絶滅寸前!485系電車の軌跡を追う!

mtmまとめ
「きらきらうえつ」の運転が終了し、国鉄型の485系特急電車も消えようとしています。今回は、485系電車について採り上げてみました。

●当初は少な目の形式でスタートした

1950年代半ば以降、国鉄は地方線区の電化では地上設備の低廉性などから交流電化を推進し、各地に直流電化方式との接続点となるデッドセクションが生じた。さらに特急列車の運転区間が地方線区に拡大され、上述の異電源方式区間への直通運転要求に応えるために製造されたのが本系列である。

1964年(昭和39年)から関西⇔北陸・九州用に直流/交流60Hz対応の481系電車が、翌1965年から関東⇔東北用に直流/交流50Hz対応の483系電車が製造された。1968年からは交流の周波数が50・60Hz両対応となった485系電車が製造され、本系列の統一形式名となった。
国鉄485系電車とは | とは.コム

モハ484-90

485系は電動車だけの形式だったわけですが、便宜的にここでは、クハ・クロ・サハ・サシ・サロについても挙げますね!

クハ481-33
クロ481-2
サハ481-7
サロ481-36
サシ481-19

●寒地向けや北海道用も登場した!

1000番台
300番台を元に、183系1000番台で培われた耐寒耐雪構造を取り入れたグループ。主に東北地方で活躍した。

1500番台
北海道の電車特急化の推進のため、更なる酷寒地対応車として作られた。しかし、あまりの環境の過酷さに故障が頻発し、781系の登場と共に早々と東北へと転属した。運転室上のライトが2灯になっているのが特徴である。

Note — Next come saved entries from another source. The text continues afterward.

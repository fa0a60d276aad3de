"""Projected grids: latitude, longitude and cell corners from a CF grid mapping.

A grid that carries only projected ``x``/``y`` coordinates and a CF ``grid_mapping``
variable (common for radar and regional products) defines its lat/lon exactly: the grid
mapping is read with pyproj (``CRS.from_cf``) and the cell centres and the corners of
every cell (the projected cell edges) are transformed to longitude and latitude on the
mapping's own geodetic datum; the projected edges are the file's CF ``bounds`` of
x and y when present (checked: contiguous, finite, around their centres), else half-way
between centres.  Downstream the grid is curvilinear: 2-D ``lat(y, x)`` and
``lon(y, x)``, with the 1-D projected ``x``/``y`` and a scalar ``crs`` coordinate kept so
that cell corners can be derived again exactly (``climwidgets.geo.grid.cell_bounds``).
The ``crs`` coordinate holds the CRS as WKT text and the CF grid-mapping attributes.
"""

from __future__ import annotations

from collections.abc import Hashable, Mapping
from typing import TYPE_CHECKING, Any

import numpy as np
import xarray as xr
from numpy.typing import ArrayLike, NDArray

from ..errors import GridError

if TYPE_CHECKING:
    from pyproj import CRS

__all__ = ["CRS_COORD", "EDGE_COORDS", "crs_from_attrs", "lonlat", "projected_corners", "to_metres"]

CRS_COORD = "crs"  # name of the scalar coordinate that carries the grid-mapping attributes
#: per-cell coordinates holding stored CF bounds (m); 1-D on the axis, so they follow slicing
EDGE_COORDS = {"x": ("x_lower_edge", "x_upper_edge"), "y": ("y_lower_edge", "y_upper_edge")}
_TO_METRES = {
    "m": 1.0,
    "metre": 1.0,
    "meter": 1.0,
    "metres": 1.0,
    "meters": 1.0,
    "km": 1000.0,
    "kilometre": 1000.0,
    "kilometer": 1000.0,
    "kilometres": 1000.0,
    "kilometers": 1000.0,
}


def to_metres(units: object, *, source: object = None, variable: object = None) -> float:
    """Factor from a projection coordinate's units to metres (CF: m by default).

    Parameters
    ----------
    units : str or None
        The x/y coordinate's units attribute.
    source, variable : optional
        Named in the error message.

    Returns
    -------
    float

    Raises
    ------
    GridError
        For units other than metres or kilometres.

    Examples
    --------
    >>> to_metres("km"), to_metres(None)
    (1000.0, 1.0)
    """
    key = str(units or "m").strip().lower()
    if key not in _TO_METRES:
        raise GridError(
            f"has projection coordinates in '{units}'",
            source=source,
            variable=variable,
            expected="projection coordinates in m or km",
            fix="set the units attribute of the x/y coordinates to 'm' or 'km'",
        )
    return _TO_METRES[key]


def crs_from_attrs(attrs: Mapping[Any, Any], *, source: object = None, variable: object = None) -> CRS:
    """A pyproj CRS from CF grid-mapping attributes (``CRS.from_cf``).

    Parameters
    ----------
    attrs : mapping
        The grid-mapping variable's attributes (``grid_mapping_name`` and its parameters,
        or ``crs_wkt``).
    source, variable : optional
        Named in the error message.

    Returns
    -------
    pyproj.CRS

    Raises
    ------
    GridError
        When pyproj cannot build a CRS from them.

    References
    ----------
    CF Conventions 1.11, appendix F "Grid mappings".

    Examples
    --------
    >>> crs = crs_from_attrs({"grid_mapping_name": "lambert_azimuthal_equal_area",
    ...                       "longitude_of_projection_origin": 10.0, "latitude_of_projection_origin": 52.0})
    >>> crs.is_projected
    True
    """
    from pyproj import CRS
    from pyproj.exceptions import CRSError

    try:
        return CRS.from_cf(dict(attrs))
    except (CRSError, KeyError, ValueError, TypeError) as exc:
        raise GridError(
            f"has a grid mapping pyproj cannot read ({type(exc).__name__}: {exc})",
            source=source,
            variable=variable,
            expected="CF grid-mapping attributes (grid_mapping_name and its parameters, or crs_wkt)",
            fix="complete the grid-mapping variable's attributes, or add 2-D lat/lon coordinates to the file",
        ) from None


def lonlat(crs: CRS, x: ArrayLike, y: ArrayLike) -> tuple[NDArray[np.float64], NDArray[np.float64]]:
    """Longitude and latitude (degrees, lon in [-180, 180)) of projected points ``x``, ``y`` (m).

    Parameters
    ----------
    crs : pyproj.CRS
        The projection.
    x, y : array_like
        Projected coordinates in metres.

    Returns
    -------
    tuple of numpy.ndarray
        ``(lon, lat)`` on the projection's own geodetic datum.

    Examples
    --------
    >>> crs = crs_from_attrs({"grid_mapping_name": "lambert_azimuthal_equal_area",
    ...                       "longitude_of_projection_origin": 10.0, "latitude_of_projection_origin": 52.0})
    >>> lon, lat = lonlat(crs, [0.0], [0.0])
    >>> float(lon[0]), float(lat[0])
    (10.0, 52.0)
    """
    from pyproj import Transformer

    to_geo = Transformer.from_crs(crs, crs.geodetic_crs, always_xy=True)
    lon, lat = to_geo.transform(np.asarray(x, dtype=float), np.asarray(y, dtype=float))
    lon = (np.asarray(lon) + 180.0) % 360.0 - 180.0
    return lon, np.asarray(lat)


def _edges(centres: NDArray[np.float64]) -> NDArray[np.float64]:
    """The n + 1 edges along an axis, in the order of its centres (the loader's one inference)."""
    from .grid import infer_edges

    if centres.size == 1:
        raise GridError(
            "cannot infer the cell edges of a single projected cell",
            expected="at least two cells along x and y, or CF bounds variables",
            fix="add x_bounds/y_bounds variables (CF 'bounds' attribute) to the file",
        )
    lower, upper = infer_edges(centres)
    return np.append(lower, upper[-1]) if centres[-1] > centres[0] else np.append(upper, lower[-1])


def _axis_edges(grid: xr.DataArray | xr.Dataset, axis: str) -> NDArray[np.float64]:
    """Cell edges along ``axis`` (m): the stored bounds when the grid carries them, else
    half-way between centres."""
    low, high = EDGE_COORDS[axis]
    if low in grid.coords and high in grid.coords and grid[low].dims == (axis,):
        lo, hi = np.asarray(grid[low].values, float), np.asarray(grid[high].values, float)
        return np.append(lo, hi[-1])
    return _edges(np.asarray(grid[axis].values, float))


def _stored_edges(
    ds: xr.Dataset, name: Hashable, centres: NDArray[np.float64], factor: float, *, source: object = None
) -> tuple[NDArray[np.float64], NDArray[np.float64]] | None:
    """``(lower, upper)`` edges (m, along the axis direction) of each cell from the CF
    ``bounds`` variable of coordinate ``name``, checked; None when there is none."""
    bname = ds[name].attrs.get("bounds")
    if not bname or bname not in ds.variables:
        return None
    b = np.asarray(ds[bname].values, dtype=float)
    n = centres.size
    if b.shape != (n, 2):
        raise GridError(
            f"has a bounds variable '{bname}' of shape {b.shape}",
            source=source,
            variable=bname,
            expected=f"shape ({n}, 2): two edges per cell of '{name}'",
            fix=f"repair '{bname}' or delete its name from the bounds attribute of '{name}'",
        )
    if not np.isfinite(b).all():
        raise GridError(
            f"has missing values in the bounds variable '{bname}'",
            source=source,
            variable=bname,
            expected="finite edges for every cell",
            fix=f"repair '{bname}' or delete its name from the bounds attribute of '{name}'",
        )
    b = b * factor
    rising = n < 2 or centres[-1] > centres[0]
    lower, upper = (b.min(axis=1), b.max(axis=1)) if rising else (b.max(axis=1), b.min(axis=1))
    tol = 1e-6 * max(float(np.abs(np.diff(b, axis=1)).max()), 1.0)
    if n > 1 and not np.allclose(upper[:-1], lower[1:], rtol=0.0, atol=tol):
        k = int(np.flatnonzero(~np.isclose(upper[:-1], lower[1:], rtol=0.0, atol=tol))[0])
        raise GridError(
            f"has bounds in '{bname}' that are not contiguous (cell {k} ends at {upper[k] / factor:g}, "
            f"cell {k + 1} starts at {lower[k + 1] / factor:g})",
            source=source,
            variable=bname,
            expected="each cell starting where the previous one ends",
            fix=f"repair '{bname}' or delete its name from the bounds attribute of '{name}'",
        )
    inside = (np.minimum(lower, upper) - tol <= centres) & (centres <= np.maximum(lower, upper) + tol)
    if not inside.all():
        k = int(np.flatnonzero(~inside)[0])
        raise GridError(
            f"has the centre of cell {k} of '{name}' ({centres[k] / factor:g}) outside its bounds in '{bname}'",
            source=source,
            variable=bname,
            expected="every cell centre between its two edges",
            fix=f"check the units of '{bname}' and '{name}' (they must agree)",
        )
    return lower, upper


def projected_corners(grid: xr.DataArray | xr.Dataset) -> tuple[NDArray[np.float64], NDArray[np.float64]] | None:
    """``(lat_corners, lon_corners)`` of shape (ny, nx, 4) for a grid carrying the ``crs``
    coordinate and 1-D projected ``x``/``y`` (m), or None for any other grid.

    Edges are the file's CF ``bounds`` of x and y when it has them (kept as the per-cell
    :data:`EDGE_COORDS`), else half-way between projected centres (exact for regular
    grids); each corner is transformed with pyproj; corners are in ring order.

    Parameters
    ----------
    grid : xarray.DataArray or xarray.Dataset
        A field as :func:`~climwidgets.io.loader.open_precip` returns it.

    Returns
    -------
    tuple of numpy.ndarray or None

    Examples
    --------
    >>> import numpy as np, xarray as xr
    >>> projected_corners(xr.DataArray(np.zeros((2, 2)), dims=("lat", "lon"))) is None
    True
    """
    if CRS_COORD not in grid.coords or "x" not in grid.coords or "y" not in grid.coords:
        return None
    if grid["x"].ndim != 1 or grid["y"].ndim != 1 or min(grid.sizes["x"], grid.sizes["y"]) < 2:
        return None
    attrs = grid[CRS_COORD].attrs
    if attrs.get("grid_mapping_name") or attrs.get("crs_wkt"):
        crs = crs_from_attrs(attrs, variable=CRS_COORD)
    else:  # attributes lost through arithmetic: the coordinate's value is the WKT
        from pyproj import CRS

        crs = CRS.from_wkt(str(grid[CRS_COORD].values))
    xe, ye = (_axis_edges(grid, axis) for axis in ("x", "y"))
    gx, gy = np.meshgrid(xe, ye)
    lon, lat = lonlat(crs, gx, gy)
    # unwrap each row and column so a cell never jumps across the antimeridian
    lon = np.unwrap(np.unwrap(lon, period=360.0, axis=1), period=360.0, axis=0)
    corners = [
        (slice(None, -1), slice(None, -1)),
        (slice(None, -1), slice(1, None)),
        (slice(1, None), slice(1, None)),
        (slice(1, None), slice(None, -1)),
    ]
    lat_c = np.stack([lat[r, c] for r, c in corners], axis=-1)
    lon_c = np.stack([lon[r, c] for r, c in corners], axis=-1)
    return np.clip(lat_c, -90.0, 90.0), lon_c


def _projected_axes(
    ds: xr.Dataset, xname: Hashable, yname: Hashable, *, source: object = None
) -> tuple[NDArray[np.float64], NDArray[np.float64]]:
    fx = to_metres(ds[xname].attrs.get("units"), source=source, variable=xname)
    fy = to_metres(ds[yname].attrs.get("units"), source=source, variable=yname)
    return np.asarray(ds[xname].values, float) * fx, np.asarray(ds[yname].values, float) * fy


def attach_mapping(
    da: xr.DataArray, ds: xr.Dataset, xname: Hashable, yname: Hashable, gm: str, *, source: object = None
) -> tuple[xr.DataArray, CRS]:
    """``da`` on dims (…, y, x) with metres ``x``/``y`` and the scalar ``crs`` coordinate, which
    let cell corners be derived exactly from the grid mapping."""
    crs = crs_from_attrs(ds[gm].attrs, source=source, variable=gm)
    x, y = _projected_axes(ds, xname, yname, source=source)
    da = da.rename({k: v for k, v in ((ds[yname].dims[0], "y"), (ds[xname].dims[0], "x")) if k != v and k in da.dims})
    gm_attrs = dict(ds[gm].attrs)
    gm_attrs.setdefault("crs_wkt", crs.to_wkt())
    edges: dict[Hashable, Any] = {}
    for axis, name, centres in (("x", xname, x), ("y", yname, y)):
        factor = to_metres(ds[name].attrs.get("units"), source=source, variable=name)
        stored = _stored_edges(ds, name, centres, factor, source=source)
        if stored is not None:
            low, high = EDGE_COORDS[axis]
            attrs = {"units": "m", "long_name": f"cell edges along {axis} from '{ds[name].attrs['bounds']}'"}
            edges[low] = (axis, stored[0], attrs)
            edges[high] = (axis, stored[1], attrs)
    axes: dict[Hashable, Any] = {
        "x": ("x", x, {"standard_name": "projection_x_coordinate", "units": "m", "axis": "X"}),
        "y": ("y", y, {"standard_name": "projection_y_coordinate", "units": "m", "axis": "Y"}),
        CRS_COORD: ((), crs.to_wkt(), gm_attrs),  # the value survives where attrs are dropped
    }
    return da.assign_coords(edges).assign_coords(axes), crs


def attach_latlon(
    da: xr.DataArray, ds: xr.Dataset, xname: Hashable, yname: Hashable, gm: str, *, source: object = None
) -> xr.DataArray:
    """``da`` on dims (…, y, x) with 2-D lat/lon from the grid mapping, metres x/y and ``crs``."""
    da, crs = attach_mapping(da, ds, xname, yname, gm, source=source)
    gx, gy = np.meshgrid(da["x"].values, da["y"].values)
    lon, lat = lonlat(crs, gx, gy)
    return da.assign_coords(
        lat=(("y", "x"), lat, {"standard_name": "latitude", "units": "degrees_north"}),
        lon=(("y", "x"), lon, {"standard_name": "longitude", "units": "degrees_east"}),
    )
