def test_depth_bound_holds_on_the_fused_climatology_path(tmp_path):
    data = np.full((730, 3, 4), 2.0)
    data[400, 0, 1] = 1e20
    path = write_cf(
        tmp_path / "two_years.nc",
        data,
        encoding={"pr": {"_FillValue": -9999.0, "zlib": True, "chunksizes": (73, 3, 4)}},
    )
    pr = cw.open_precip(path, validate=False)
    with pytest.raises(DataValueError, match="above the plausible") as err:
        cw.climatology_bundle(pr).compute()
    assert "two_years.nc" in str(err.value)


# ------------------------------------------------------------------ declared sizes
def test_too_many_chunks_are_refused_before_the_graph_is_built(tmp_path, monkeypatch):
    from climwidgets.io import extent

    path = write_cf(tmp_path / "c.nc", np.ones((40, 3, 4)))
    monkeypatch.setattr(extent, "MAX_CHUNKS", 100)
    with pytest.raises(GridError, match="480 chunks of 1 x 1 x 1") as err:
        cw.open_precip(path, chunks={"time": 1, "lat": 1, "lon": 1})
    assert "c.nc" in str(err.value) and "larger chunks" in str(err.value)
    assert cw.open_precip(path, chunks={"time": 10}).data.npartitions == 4


def test_declared_time_steps_are_bounded(tmp_path, monkeypatch):
    from climwidgets.io import extent

    path = write_cf(tmp_path / "t.nc", np.ones((40, 3, 4)))
    monkeypatch.setattr(extent, "MAX_TIME_STEPS", 30)
    with pytest.raises(GridError, match="declares 40 time steps"):
        cw.open_precip(path)


def test_depth_bound_in_a_glob_names_the_file_the_value_came_from(tmp_path):
    for i, start in enumerate(("2001-01-01", "2001-01-07", "2001-01-13")):
        data = np.full((6, 3, 4), 2.0)
        if i == 1:
            data[3, 0, 0] = 1e20
        write_cf(tmp_path / f"pr_{i}.nc", data, start=start, encoding={"pr": {"_FillValue": -9999.0}})
    with pytest.raises(DataValueError, match="above the plausible") as err:
        cw.open_precip(str(tmp_path / "pr_*.nc")).load()
    assert str(err.value).startswith(str(tmp_path / "pr_1.nc")) and "time=2001-01-10" in str(err.value)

この中には九州の鹿児島まで足を伸ばした車両もおり、電化区間の最北端と最南端を制覇したことになる。
485系とは (ヨンハチゴケイとは) [単語記事] – ニコニコ大百科

クハ481-1508
485系1500番台では唯一の保存車です。屋根上のライトが2灯なのが目を引きます。

●改造されて出来た形式が登場した!

クハ480
昭和60年の特急「くろしお」の増発に際して、不足する先頭車を改造で賄いました。

クロ480
クロ480-1~15(旧サロ4810番代、先頭車化改造車)
1001~1010(旧サロ4891000番代、先頭車化改造車)
2301(旧クロ4801000番代←サロ4891000番代、「かがやき」用)
485系交直流電車の短編成化に伴い登場したグリーン制御車(Tsc)で、1984~1991(昭和59~平成3)年に—両改造された。
特急形交直流電車/485系

クロ480-9
民営化後のJR九州での姿です。

クロ481-300(クハ481-200からの改造車)
グリーン車化改造車、1両のみの存在(クロ481-301←クハ481-243)

クロハ481-0(クハ481-200及び300からの改造車)
半室グリーン車化改造
クロハ481-1~8=クハ481-200
クロハ481-9~13=クハ481-300

クロハ481-200(クハ481-200からの改造車)
クロハ481-201~208

クロハ480-50(クロ480-0からの改造車)
半室グリーン車化
http://torontoron.omiki.com/siryokan/485kaizohenreki.htm

クロ481-2000
特急「スーパー雷鳥」向けに改造されたものです。

旧食堂部分のテーブルと椅子は全て撤去され、1・3位側につい立てで4名ずつの間仕切り式とした畳敷きの和室7区画が配置された。
485系特急形交直流電車|サロ481形500番代(「だんらん」)

サロ481-500和風車だんらん
厨房部分の撤去→ビュッフェ、窓下の金帯、雪見障子が特徴です。
クモハ485-5
運転席後ろに機器室があります。

この他にも、数多くの改造車が登場したので、形式区分は二桁になりました。全部を挙げませんが、次は他形式に改造されたものを挙げます。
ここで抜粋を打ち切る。